> WHAT YOU ARE ASKED TO DO: Go line by line through the records below. Copy whichever lines contain the string "origin".

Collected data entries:
[Start of Attachment]

@numba.njit(cache=True, inline="always")
def _bilinear(F, x, y):
    M, L = F.shape
    x0 = math.floor(x)
    y0 = math.floor(y)
    fx = x - x0
    fy = y - y0
    xa = min(max(int(x0), 0), L - 1)
    xb = min(max(int(x0) + 1, 0), L - 1)
    ya = min(max(int(y0), 0), M - 1)
    yb = min(max(int(y0) + 1, 0), M - 1)
    return ((F[ya, xa] * (1.0 - fx) + F[ya, xb] * fx) * (1.0 - fy)
            + (F[yb, xa] * (1.0 - fx) + F[yb, xb] * fx) * fy)


@numba.njit(cache=True, inline="always")
def _end_segment(tend, cstart, state, seg0, seg_first, i, base, o_len, o_ph, o_cut, o_seg):
    """Close a valid segment of a line at ``tend``: its last chord (index ``i``), cut by the
    segment's end, and the segment's length for each of its chords (from ``seg_first``)."""
    o_len[i] = tend - cstart
    o_ph[i] = state
    o_cut[i] = True
    for q in range(base + seg_first, i + 1):
        o_seg[q] = tend - seg0
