def domain_frame(dom, voxel_size, default_voxel, max_memory=None, src=None):
    """The labels of a closed body's or a particle packing's grid before its solid is
    marked: ``(labels, voxel, spacing, origin, default)``, GEL inside the domain and
    OUTSIDE elsewhere. ``voxel_size`` None takes ``default_voxel()`` (``(voxel, rule)``),
    coarsened to fit ``max_memory`` and at most the domain's smallest extent (``default``
    then says so, else None); a given voxel is checked against the same range. Refusals
    name ``src``."""
    lo, hi = (np.asarray(b, dtype=float) for b in dom.bounds)
    default = None
    try:
        if voxel_size is None:
            v0, rule = default_voxel()
            v, note = fit_default_voxel(dom, min(v0, float(np.min(hi - lo))), max_memory)
            default = {"rule": rule, "note": note}
        else:
            try:
                v = float(voxel_size)
            except (TypeError, ValueError):
                v = float("nan")
            if not math.isfinite(v) or v < MIN_VOXEL_NM or v > float(np.min(hi - lo)):
                raise OptionError(f"--voxel {str(voxel_size)[:40]} nm must lie between "
                                  f"{MIN_VOXEL_NM} nm and the domain's smallest extent "
                                  f"({float(np.min(hi - lo)):.4g} nm)", path=src)
        shape, spacing, origin = grid_geometry(dom, v)
        check_memory(dom, v, shape, max_memory, path=src)
    except SheetviewError as e:
        raise _with_path(e, src) from None
    _check_grid(shape, spacing, origin, src)
    labels = np.empty(shape, dtype=np.uint8)
    if not _fill_domain(labels, dom, spacing, origin):
        raise OptionError("the domain contains no voxel centre at this voxel size; use a finer "
                          "--voxel", path=src)
    return labels, v, spacing, origin, default


def rasterize(structure, voxel_size=None, *, supersample: int = 1, max_memory=None,
              out=None) -> PhaseGrid:
    """Label the voxels of the domain's grid as SOLID (inside a prism), GEL or OUTSIDE.

    The grid covers the domain's bounds (a sphere: its bounding cube; a box: the box,
    tiled exactly). Voxel ``(i, j, k)`` has its centre at ``origin + (i + 0.5) * spacing``.
    A voxel is SOLID when its centre lies inside some prism, where a point ``p`` is inside
    the prism of mid-plane triangle ``a, b, c``, unit normal ``n`` and thickness ``t`` iff

    .. math:: |(p - a)\\cdot n| \\le t/2 \\quad\\text{and}\\quad
              (n \\times (v_{e+1} - v_e))\\cdot (p - v_e) \\ge 0,\\; e = 0, 1, 2

    (the projection of ``p`` on the plane lies in the triangle; edge-function test, common
    practice). Voxels inside the domain and not solid are GEL (pore space, before any
    interlayer classification); voxels whose centre is outside the domain are OUTSIDE
    (prism parts beyond the domain wall are clipped). In a periodic box, prisms that cross
    the box wrap around (indices modulo the grid shape) and the grid is ``periodic``.

    Parameters
    ----------
    structure : Structure
    voxel_size : float, optional
        Voxel edge in nm (a box grid adjusts it to tile the box exactly); default
        :func:`default_voxel_size`. Must be >= 0.01 nm and <= the domain's extent.
    supersample : int
        With ``s > 1``, also estimate the fraction of each voxel inside prisms from a
        regular ``s x s x s`` lattice of sub-points (cell centres of the sub-voxels),
        stored as ``grid.solid_fraction`` (float32; 0 in OUTSIDE voxels; not clipped by a
        sphere wall within partially covered voxels).
    max_memory : int, optional
        Bytes allowed for the grid and the working arrays of later measures
        (:func:`estimate_grid_bytes`); default half the available memory.
    out : (nx, ny, nz) uint8 C-contiguous array, optional
        A buffer to fill (reusing memory already touched is much faster than a fresh
        allocation for large grids).

    Returns
    -------
    PhaseGrid

    Raises
    ------
    OptionError
        Bad voxel size, empty structure, empty domain, bad ``out`` or ``supersample``.
    MemoryLimitError
        The estimate exceeds ``max_memory``; the message gives a voxel size that fits.
    """
    if len(structure) == 0:
        raise OptionError("the structure has no prisms: nothing to rasterize",
                          path=structure.source)
    try:
        s = int(supersample)
    except (TypeError, ValueError):
        raise OptionError(f"supersample must be a positive integer, not {supersample!r}",
                          field="supersample") from None
    if s < 1 or s != supersample:
        raise OptionError(f"supersample must be a positive integer, not {supersample!r}",
                          field="supersample")
    dom = structure.domain
    src = structure.source
    check_domain_for_grid(dom, src)
    _check_prisms_for_grid(structure)
    rule = note = None
    try:
        if voxel_size is None:
            v0 = default_voxel_size(structure)
            rule = f"min(thickness, repeat - thickness) / 6 = {v0:.4g} nm"
            v, note = fit_default_voxel(dom, v0, max_memory, fraction=s > 1)
        else:
            v = _check_voxel_size(structure, voxel_size)
        shape, spacing, origin = grid_geometry(dom, v)
        check_memory(dom, v, shape, max_memory, fraction=s > 1, path=src)
    except SheetviewError as e:
        raise _with_path(e, src) from None
    _check_grid(shape, spacing, origin, src)
    if out is None:
        labels = np.empty(shape, dtype=np.uint8)
    else:
        labels = out
        if (not isinstance(out, np.ndarray) or out.shape != shape or out.dtype != np.uint8
                or not out.flags.c_contiguous or not out.flags.writeable):
            raise OptionError(f"out must be a writeable C-contiguous uint8 array of shape "
                              f"{shape}", field="out")
    nonempty = _fill_domain(labels, dom, spacing, origin)
    periodic = bool(getattr(dom, "periodic", False))
    with np.errstate(all="ignore"):
        nrm, d0, half, G, C, lo, hi, axis, keep = _prism_coefficients(structure)
    org = np.asarray(origin, dtype=np.float64)
    sp = np.asarray(spacing, dtype=np.float64)
    full = np.asarray(shape, dtype=np.int64)
    if not nonempty:
        raise OptionError("the domain contains no voxel centre at this voxel size "
                          f"({v:g} nm): the domain is empty; use a finer --voxel", path=src)
    run_chunks(_mark_prisms, nrm.shape[0], nrm, d0, half, G, C, lo, hi, axis, org, sp, full,
               periodic, 0, labels, np.uint8(SOLID), np.uint8(OUTSIDE))
    frac = None
    if s > 1:
        frac = _solid_fraction(labels, s, nrm, d0, half, G, C, lo, hi, axis, org, sp, full,
                               periodic)
    meta = {"voxel_size_nm": v, "supersample": s, "n_prisms": int(len(structure)),
            "skipped_prisms": int(len(structure) - keep.size)}
    if rule is not None:
        meta["voxel_default"] = {"rule": rule, "note": note}
    return PhaseGrid(labels, spacing, origin, periodic=periodic, metadata=meta,
                     source=structure.source, solid_fraction=frac)


def _solid_fraction(labels, s, nrm, d0, half, G, C, lo, hi, axis, org, sp, full, periodic):
    n0, n1, n2 = labels.shape
    fine_full = full * s
    fine_sp = sp / s
    plane = s ** 3 * n1 * n2
    step = max(1, min(n0, SUPERSAMPLE_BUFFER_BYTES // plane))
    buf = np.empty((step * s, s * n1, s * n2), dtype=np.uint8)
    frac = np.empty(labels.shape, dtype=np.float32)
    for c0 in range(0, n0, step):
        nx = min(step, n0 - c0)
        b = buf[: nx * s]
        b.fill(0)
        run_chunks(_mark_prisms, nrm.shape[0], nrm, d0, half, G, C, lo, hi, axis, org,
                   fine_sp, fine_full, periodic, c0 * s, b, np.uint8(1), np.uint8(255))
        cnt = b.reshape(nx, s, n1, s, n2, s).sum(axis=(1, 3, 5), dtype=np.int32)
        frac[c0:c0 + nx] = cnt * np.float32(1.0 / s ** 3)
    frac[labels == OUTSIDE] = 0.0
    return frac


def rasterize_fraction(structure, voxel_size=None, *, supersample: int = 4,
                       max_memory=None) -> np.ndarray:
    """The solid fraction per voxel (float32) from ``supersample**3`` sub-points per voxel;
    see :func:`rasterize`."""
    if int(supersample) < 2:
        raise OptionError("rasterize_fraction needs supersample >= 2", field="supersample")
    return rasterize(structure, voxel_size, supersample=supersample,
                     max_memory=max_memory).solid_fraction


# ------------------------------------------------------------ closed surface meshes
#: Columns are shifted by this fraction of a voxel (an irrational multiple) so that they
#: do not pass exactly through mesh vertices or edges, where parity counting would break.
_COLUMN_JITTER = 1e-6 * math.pi
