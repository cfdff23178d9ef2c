"""The square drive held high (both clocks of a Dickson pump).

Only a square-driven board can have it; an AC-fed ladder's drive goes missing instead.
"""

from __future__ import annotations

from fieldtool.core.circuit.netlist import Circuit, Params
from fieldtool.core.circuit.spec import Profile
from fieldtool.core.circuit.topologies import topology_of
from fieldtool.core.diagnosis.modes.base import FaultMode, drive_sources


class DriveStuckHigh(FaultMode):
    """The square drive held at its high level."""

    name = "stuck-high"
    applies_to = "drive"
    unit = None
    words = "drive stuck high"

    def unavailable(self, profile: Profile) -> str | None:
        """Square-driven boards only."""
        if not topology_of(profile).ac_drive:
            return None
        return "the drive here is an AC input: try missing or low"

    def apply(
        self,
        circuit: Circuit,
        params: Params,
        target: str,
        severity: float | None,
        profile: Profile,
    ) -> None:
        """Each drive source's low level set to its high level."""
        for i in drive_sources(circuit):
            params.s_low[:, i] = params.s_high[:, i]
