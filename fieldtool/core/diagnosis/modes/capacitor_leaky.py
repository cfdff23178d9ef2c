"""A leaky capacitor.

Leakage, as a resistance across the capacitor; grid 10×, 1× and 0.1× the load resistance.
"""

from __future__ import annotations

from fieldtool.core.circuit.netlist import Circuit, Params
from fieldtool.core.circuit.spec import Profile
from fieldtool.core.diagnosis.modes.base import (
    LEAKY_OHMS,
    FaultMode,
    capacitor_index,
    load_ohms_equivalent,
)


class CapacitorLeaky(FaultMode):
    """A leaky capacitor."""

    name = "leaky"
    applies_to = "capacitor"
    unit = "ohms"
    words = "leaky"

    severity_range = LEAKY_OHMS

    def grid(self, profile: Profile) -> tuple[float, ...]:
        """10×, 1× and 0.1× the load resistance."""
        return tuple(load_ohms_equivalent(profile) * k for k in (10.0, 1.0, 0.1))

    def apply(
        self,
        circuit: Circuit,
        params: Params,
        target: str,
        severity: float | None,
        profile: Profile,
    ) -> None:
        """A resistance of ``severity`` ohms across the capacitor."""
        params.c_gl[:, capacitor_index(circuit, target)] += 1.0 / severity
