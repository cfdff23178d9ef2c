"""A shorted capacitor: the dielectric broken down (``base.ShortMode`` says how it is modelled)."""

from __future__ import annotations

from fieldtool.core.circuit.netlist import Circuit, Params
from fieldtool.core.circuit.spec import Profile
from fieldtool.core.diagnosis.modes.base import SHORT_OHMS, ShortMode, capacitor_index

__all__ = ["SHORT_OHMS", "CapacitorShort"]


class CapacitorShort(ShortMode):
    """A shorted capacitor."""

    applies_to = "capacitor"

    def apply(
        self,
        circuit: Circuit,
        params: Params,
        target: str,
        severity: float | None,
        profile: Profile,
    ) -> None:
        """``severity`` ohms (default ``SHORT_OHMS``) across the capacitor."""
        params.c_gl[:, capacitor_index(circuit, target)] = self.siemens(severity)
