"""A shorted diode: the junction broken down (``base.ShortMode`` says how it is modelled)."""

from __future__ import annotations

from fieldtool.core.circuit.netlist import Circuit, Params
from fieldtool.core.circuit.spec import Profile
from fieldtool.core.diagnosis.modes.base import SHORT_OHMS, ShortMode, diode_index

__all__ = ["SHORT_OHMS", "DiodeShort"]


class DiodeShort(ShortMode):
    """A shorted diode."""

    applies_to = "diode"

    def apply(
        self,
        circuit: Circuit,
        params: Params,
        target: str,
        severity: float | None,
        profile: Profile,
    ) -> None:
        """``severity`` ohms (default ``SHORT_OHMS``) across the diode."""
        params.d_gp[:, diode_index(circuit, target)] = self.siemens(severity)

[End of Attachment]

> EXERCISE OUTPUT:
    marked: ``(labels, voxel, spacing, origin, default)``, GEL inside the domain and
        shape, spacing, origin = grid_geometry(dom, v)
    _check_grid(shape, spacing, origin, src)
    if not _fill_domain(labels, dom, spacing, origin):
    return labels, v, spacing, origin, default
    tiled exactly). Voxel ``(i, j, k)`` has its centre at ``origin + (i + 0.5) * spacing``.
        shape, spacing, origin = grid_geometry(dom, v)
    _check_grid(shape, spacing, origin, src)
    nonempty = _fill_domain(labels, dom, spacing, origin)
    org = np.asarray(origin, dtype=np.float64)
    return PhaseGrid(labels, spacing, origin, periodic=periodic, metadata=meta,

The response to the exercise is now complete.